Bei formellen Fragen zu den Anträgen können sich die Antragsteller an das Landesverwaltungsamt wenden,

• bei Projekten für die bedarfsorientierte Schulsozialarbeit an Frau Schulz (Tel: 03406506 319, E-Mail: Rita.Schulzlvwa.sachsen-anhaltde) und 
• bei Anträgen für Netzwerkstellen bzw. für die Unterstützung, Beratung und Begleitung der Projektträger an Herrn Gänsewig (Tel.: 03406506 525, E-Mail: Eckhard.Gaensewiglvwa.sachsen-anhaltde).

Bei fachlichen Fragen zu den Konzepten für die Schulsozialarbeit sowie für die Netzwerkstellen steht die Landesweite Koordinierungsstelle der DKJS, hier insbesondere Herr Michael Stage (Tel: 0391-56287719, E-Mail: michael.stagedkjsde) zur Verfügung. Die Koordinierungsstelle bietet in Kooperation und nach Absprache mit den Netzwerkstellen im September bzw. Oktober 2017 regionale Konzeptberatungen an.

5. Wie sieht das Bewilligungsverfahren aus?

Entscheidungsgrundlage ist die Richtlinie über die Gewährung von Zuwendungen für das ESF-Programm Schulerfolg sichern. Sie stellt den Rahmen für das Antragskonzept, das für die fachliche Bewertung ausschlaggebend ist. Die Bewilligungsbehörde ist das Landesverwaltungsamt, die die Anträge auf Grundlage des Votums einer Jury bescheidet. Diese besteht aus je einem Vertreter des Ministeriums für Bildung des Landes Sachsen-Anhalt, des Ministeriums für Arbeit, Soziales und Integration, des Landesschulamtes, des Landesverwaltungsamtes, der Landesweiten Koordinierungsstelle und der Wissenschaft.

Kriterien bei der Antragsprüfung sind die fachliche / inhaltliche Qualität des Konzepts (dazu bietet die Ausfüllhilfe Orientierung). Weiterhin spielt die regionale Schwerpunktsetzung in den Landkreisen und kreisfreien Städten eine wichtige Rolle: hierzu werden die Prioritätenlisten der Gebietskörperschaften berücksichtigt. Die Schülerzahl im jeweiligen Landkreis (im Verhältnis zur Gesamtschülerzahl im Land) dient als Grundlage für die Anzahl der zu fördernden Projekte in der jeweiligen Region.
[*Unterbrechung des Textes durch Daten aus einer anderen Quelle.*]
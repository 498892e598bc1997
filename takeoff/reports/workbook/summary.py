"""The first sheet: what it weighs, between what bounds, what is missing, and where to look. Rank 9."""

from __future__ import annotations

from collections.abc import Sequence
from typing import TYPE_CHECKING

from takeoff.reports import added, rounding
from takeoff.reports.wording import LIKELY_IS_FOR, counted, pick_word, shown
from takeoff.reports.workbook.charts import GroupRows
from takeoff.reports.workbook.picks import PickCells, figure, round_up, rounded_style
from takeoff.reports.workbook.schedule import WORDS, Names, Plan
from takeoff.reports.workbook.sheet import ASSUMPTIONS, BASIS, NOT_WEIGHED, PICKS, SCHEDULE, SUMMARY, Book, Sheet

if TYPE_CHECKING:
    from takeoff.bounds import Bounds
    from takeoff.pipeline import Result
    from takeoff.weighing.totals import GroupTotal

_COLUMNS = 7
_NAME, _PIECES, _LIGHT, _NOMINAL, _HEAVY, _LACKS, _REMARK = range(_COLUMNS)
#: a longer table is cut to its heaviest groups, the rest in one line: its sums stay quick to recalculate
MOST_GROUPS = 36


def write(book: Book, result: Result, plan: Plan, pick_cells: Sequence[PickCells]) -> dict[str, GroupRows]:
    """Write the sheet, which refers to the schedule's rows and to the picks; returns where each table of sums stands."""
    sheet = book.sheets[SUMMARY]
    sheet.widths([46, 11, 14, 14, 14, 14, 46])
    row = _title(sheet, result)
    row = _total(sheet, result, plan, row)
    row = _state(sheet, result, plan, row)
    row = _heaviest(sheet, result, pick_cells, row)
    row = _cautions(sheet, result, row)
    tables = []
    groups: dict[str, GroupRows] = {}
    named = [key for key in ("pick", "phase", "finish") if any(column.key == key for column in plan.columns)]
    for key in ("material", "assembly", "section", *named):
        tables.append(row)
        groups[key] = GroupRows(row + 2, min(len(result.totals.groups.get(key, [])), MOST_GROUPS), _LIGHT)
        row = _groups(sheet, result, plan, key, row)
    sheet.paginate(_COLUMNS, tables, row, new_page=tables[:1])  # one page for the answer, the tables after it
    sheet.raw.activate()
    return groups


def _title(sheet: Sheet, result: Result) -> int:
    job = result.job.job
    sheet.height(0, 26)
    sheet.text(0, 0, sheet.book.title, "title")
    sheet.text(1, 0, "Weight schedule: what every piece weighs, between what bounds, and on what source", "subtitle")
    row = 3
    pairs = [
        ("Reference", job.reference), ("Revision", job.revision), ("Date", job.date), ("Prepared by", job.prepared_by),
        ("Checked by", job.checked_by), ("Approved by", job.approved_by),
    ]
    # Two to a row: the left ones take the name column, the right ones the figures.
    for number in range(3):
        left, right = pairs[number], pairs[number + 3]
        sheet.text(row, _NAME, f"{left[0]}: {shown(left[1]) if left[1] else '–'}", "text")
        sheet.text(row, _PIECES, f"{right[0]}: {shown(right[1]) if right[1] else '–'}", "text")
        row += 1
    lists = "; ".join(
        shown(i.file) + (f" ({', '.join(shown(s) for s in i.sheets)})" if i.sheets else "") for i in result.inputs
    )
    sheet.long_text(row, (_NAME, _REMARK), f"List: {lists}" + (f"; job file: {shown(result.job_file)}" if result.job_file else ""))
    return row + 2


def _total(sheet: Sheet, result: Result, plan: Plan, row: int) -> int:
    units, unit, totals = sheet.book.units, sheet.book.mass_unit, result.totals
    sheet.heading(row, "Total mass", _COLUMNS)
    row += 1
    _table_head(sheet, row, ("", "Pieces", f"Light ({unit})", f"Nominal ({unit})", f"Heavy ({unit})", "Rows not weighed", ""))
    row += 1
    values = {word: rounding.in_mass_unit(getattr(totals.mass_kg, word), units) for word in WORDS}
    decimals = rounding.decimals_for(values["heavy"])
    sheet.height(row, 22)
    sheet.text(row, _NAME, "All rows weighed" if result.complete else "Of the rows weighed: INCOMPLETE, see below", "cell bold")
    sheet.formula(row, _PIECES, f"={plan.total('quantity')}", totals.quantity, "figure")
    for column, word, way in ((_LIGHT, "light", "down"), (_NOMINAL, "nominal", "nearest"), (_HEAVY, "heavy", "up")):
        cell = plan.total(f"total_{word}_kg")
        formula = {
            "down": f"=ROUNDDOWN(ROUND({cell},{decimals + 6}),{decimals})", "nearest": f"=ROUND({cell},{decimals})",
            "up": round_up(cell, decimals),
        }[way]
        sheet.formula(row, column, formula, float(rounding.rounded(values[word], decimals, way)), figure(decimals))  # type: ignore[arg-type]
    sheet.formula(row, _LACKS, f'=COUNTIF({plan.span("status")},"not weighed")', totals.not_weighed, "figure")
    sheet.text(row, _REMARK, "light rounded down, nominal to the nearest, heavy up", "cell quiet")
    row += 1
    _unrounded(sheet, row, "the same, unrounded sums", totals.mass_kg, plan)
    row += 1
    low, high = (rounding.in_mass_unit(v, units) for v in totals.likely_kg)
    sheet.text(row, _NAME, "Likely range, about 95 in 100", "cell")
    sheet.text(row, _PIECES, None, "cell")
    sheet.number(row, _LIGHT, float(rounding.rounded(low, decimals, "down")), rounded_style(decimals))
    sheet.text(row, _NOMINAL, "to", "cell right")
    sheet.number(row, _HEAVY, float(rounding.rounded(high, decimals, "up")), rounded_style(decimals))
    sheet.text(row, _LACKS, None, "cell")
    sheet.text(row, _REMARK, LIKELY_IS_FOR, "cell bold")
    return row + 2


def _unrounded(sheet: Sheet, row: int, name: str, mass: Bounds, plan: Plan) -> None:
    sheet.text(row, _NAME, name, "cell quiet")
    sheet.text(row, _PIECES, None, "cell")
    for column, word in ((_LIGHT, "light"), (_NOMINAL, "nominal"), (_HEAVY, "heavy")):
        value = rounding.in_mass_unit(getattr(mass, word), sheet.book.units)
        sheet.formula(row, column, f"={plan.total(f'total_{word}_kg')}", value, "mass")
    sheet.text(row, _LACKS, None, "cell")
    sheet.text(row, _REMARK, "lifting and axle checks use heavy", "cell quiet")


def _state(sheet: Sheet, result: Result, plan: Plan, row: int) -> int:
    """What is missing and what was assumed, with the way there."""
    account = result.account
    sheet.heading(row, "What is missing, what was assumed", _COLUMNS)
    row += 1
    for label, status, count, to, remark in (
        ("Rows weighed as they stand", "weighed", account.weighed, SCHEDULE, "read plainly and weighed"),
        ("Rows assumed", "assumed", account.assumed, ASSUMPTIONS, "in the totals; something was inferred: confirm it"),
        ("Rows not weighed", "not weighed", account.not_weighed, NOT_WEIGHED, "in no total; each with its cell and reason"),
    ):
        sheet.text(row, _NAME, label, "cell")
        sheet.formula(row, _PIECES, f'=COUNTIF({plan.span("status")},"{status}")', count, "whole")
        sheet.link(row, _LIGHT, f"'{to}'!A1", f"see {to}")
        sheet.texts(row, _NOMINAL, (None, None, None), "cell")
        sheet.text(row, _REMARK, remark, "cell quiet")
        row += 1
    sheet.text(row, _NAME, "Rows of the list accounted for", "cell")
    sheet.number(row, _PIECES, account.rows, "whole")
    sheet.link(row, _LIGHT, f"'{BASIS}'!A1", f"see {BASIS}")
    sheet.texts(row, _NOMINAL, (None, None, None), "cell")
    sheet.text(row, _REMARK, "headings, totals, blanks and notes included", "cell quiet")
    row += 1
    missing = added.not_counted(result)
    sheet.long_text(row, (_NAME, _REMARK), f"Not counted in any figure: {missing}.", "bold wrap")
    return row + 2


def _heaviest(sheet: Sheet, result: Result, cells: Sequence[PickCells], row: int) -> int:
    unit, units = sheet.book.mass_unit, sheet.book.units
    kind = pick_word(result)
    sheet.heading(row, {"pick": "Heaviest picks", "assembly": "Heaviest assemblies"}[kind], _COLUMNS)
    row += 1
    if not result.picks:
        sheet.text(row, _NAME, "The list names no assembly.", "text")
        return row + 2
    force_unit = "kN" if units == "si" else "kip"
    figures = (f"Heavy ({unit})", f"Hook load ({unit})", f"Hook load ({force_unit})")
    _table_head(sheet, row, (kind.capitalize(), "Pieces", *figures, "Rows not weighed", ""))
    row += 1
    order = sorted(range(len(result.picks)), key=lambda i: -result.picks[i].hook_load_kg)[:3]
    for index in order:
        pick, at = result.picks[index], cells[index]
        heavy, hook = (rounding.in_mass_unit(v, units) for v in (pick.mass_kg.heavy, pick.hook_load_kg))
        force = pick.hook_load_kN if units == "si" else hook / 1000.0
        decimals = rounding.decimals_for(hook)
        sheet.link(row, _NAME, at.heavy, shown(pick.name), "link wrap")
        sheet.number(row, _PIECES, pick.pieces, "whole")
        for column, cell, value, places, style in (
            (_LIGHT, at.heavy, heavy, decimals, rounded_style(decimals)),
            (_NOMINAL, at.hook_load, hook, decimals, f"{rounded_style(decimals)} heavy"),
            (_HEAVY, at.force, force, 1, "force"),
        ):
            sheet.formula(row, column, round_up(cell, places), float(rounding.rounded(value, places, "up")), style)
        sheet.number(row, _LACKS, pick.not_weighed, "whole")
        sheet.text(row, _REMARK, "INCOMPLETE: heavier than shown" if pick.not_weighed else None, "cell bold")
        row += 1
    sheet.text(row, _NAME, f"Rounded up. How each builds up: see {PICKS}.", "quiet")
    return row + 2


def _cautions(sheet: Sheet, result: Result, row: int) -> int:
    sheet.heading(row, "Cautions", _COLUMNS)
    row += 1
    for caution in result.cautions:
        sheet.long_text(row, (_NAME, _REMARK), shown(caution))
        row += 1
    return row + 1


def _table_head(sheet: Sheet, row: int, texts: Sequence[str]) -> None:
    for column, text in enumerate(texts):
        sheet.text(row, column, text, "head" if column in (_NAME, _REMARK) else "head right")


def _groups(sheet: Sheet, result: Result, plan: Plan, key: str, row: int) -> int:
    """One table of sums, heaviest first, each a live sum over the schedule's rows."""
    unit, units = sheet.book.mass_unit, sheet.book.units
    groups = result.totals.groups.get(key, [])
    names = Names(key, [g.name for g in groups])
    ordered = sorted(groups, key=lambda g: (-g.mass_kg.heavy, -g.not_weighed))
    listed_groups, rest = ordered[:MOST_GROUPS], ordered[MOST_GROUPS:]
    sheet.heading(row, f"By {key}", _COLUMNS)
    row += 1
    _table_head(sheet, row, (key.capitalize(), "Pieces", f"Light ({unit})", f"Nominal ({unit})", f"Heavy ({unit})", "Rows not weighed", ""))
    row += 1
    first = row
    for group in listed_groups:
        sheet.text(row, _NAME, group.name, "cell wrap")
        cell = f"$A{row + 1}"
        masses = [rounding.in_mass_unit(getattr(group.mass_kg, word), units) for word in WORDS]
        for column, what, value, style in (
            (_PIECES, "pieces", float(group.quantity), "whole"), (_LIGHT, "total_light_kg", masses[0], "mass"),
            (_NOMINAL, "total_nominal_kg", masses[1], "mass"), (_HEAVY, "total_heavy_kg", masses[2], "mass heavy"),
            (_LACKS, "not weighed", float(group.not_weighed), "whole"),
        ):
            formula = plan.one_of(names, group.name, cell, what)
            if formula is None:
                sheet.number(row, column, value, style)
            else:
                sheet.formula(row, column, formula, value, style)
        sheet.text(row, _REMARK, "INCOMPLETE" if group.not_weighed else None, "cell")
        row += 1
    if rest:
        row = _rest(sheet, rest, plan, first, row)
    return row + 1


def _rest(sheet: Sheet, rest: Sequence[GroupTotal], plan: Plan, first: int, row: int) -> int:
    """What the listed groups leave over, in one line."""
    units = sheet.book.units
    sheet.text(row, _NAME, f"{counted(len(rest), 'other')}, each lighter; all in the JSON", "cell italic")
    sheet.number(row, _PIECES, sum(g.quantity for g in rest), "whole")
    for column, word, letter in ((_LIGHT, "light", "C"), (_NOMINAL, "nominal", "D"), (_HEAVY, "heavy", "E")):
        value = sum(rounding.in_mass_unit(getattr(g.mass_kg, word), units) for g in rest)
        sheet.formula(row, column, f"={plan.total(f'total_{word}_kg')}-SUM({letter}{first + 1}:{letter}{row})", value, "mass")
    sheet.number(row, _LACKS, sum(g.not_weighed for g in rest), "whole")
    sheet.text(row, _REMARK, None, "cell")
    return row + 1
6. Wie ist der Zeitrahmen der Antragstellung?

Das Schulverwaltungsblatt mit der Veröffentlichung der Ausschreibung erscheint voraussichtlich in der KW 38.

Der 30. November 2017 wurde als Antragsfrist gesetzt, um die Bewilligung der förderfähigen Anträge bis Ende April gewährleisten zu können. Diese Frist ist unbedingt einzuhalten.